### Provided information:
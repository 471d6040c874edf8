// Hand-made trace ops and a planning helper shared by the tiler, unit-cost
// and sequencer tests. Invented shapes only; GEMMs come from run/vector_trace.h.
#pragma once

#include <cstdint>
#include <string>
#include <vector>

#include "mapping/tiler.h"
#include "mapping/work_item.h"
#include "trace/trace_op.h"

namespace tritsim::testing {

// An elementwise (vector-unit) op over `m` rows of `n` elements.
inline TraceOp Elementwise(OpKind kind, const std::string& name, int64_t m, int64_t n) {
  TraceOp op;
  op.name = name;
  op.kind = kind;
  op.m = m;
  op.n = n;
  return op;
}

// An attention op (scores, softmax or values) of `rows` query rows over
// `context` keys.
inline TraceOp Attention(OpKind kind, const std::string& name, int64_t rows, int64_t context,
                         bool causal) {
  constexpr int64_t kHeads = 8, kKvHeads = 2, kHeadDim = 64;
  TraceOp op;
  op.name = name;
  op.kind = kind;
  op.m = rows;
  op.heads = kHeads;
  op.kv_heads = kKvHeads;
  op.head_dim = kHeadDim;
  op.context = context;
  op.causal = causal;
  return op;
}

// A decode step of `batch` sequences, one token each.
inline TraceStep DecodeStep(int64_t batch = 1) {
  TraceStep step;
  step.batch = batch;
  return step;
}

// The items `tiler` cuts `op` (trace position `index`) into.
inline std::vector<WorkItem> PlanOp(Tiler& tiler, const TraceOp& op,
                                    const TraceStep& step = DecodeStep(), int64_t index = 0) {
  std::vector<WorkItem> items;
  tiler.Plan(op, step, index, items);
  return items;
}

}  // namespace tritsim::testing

### Action item:
Please go through each line of the data and count those that contain the string "rows"; give that number alone.

### Solution to this problem:
4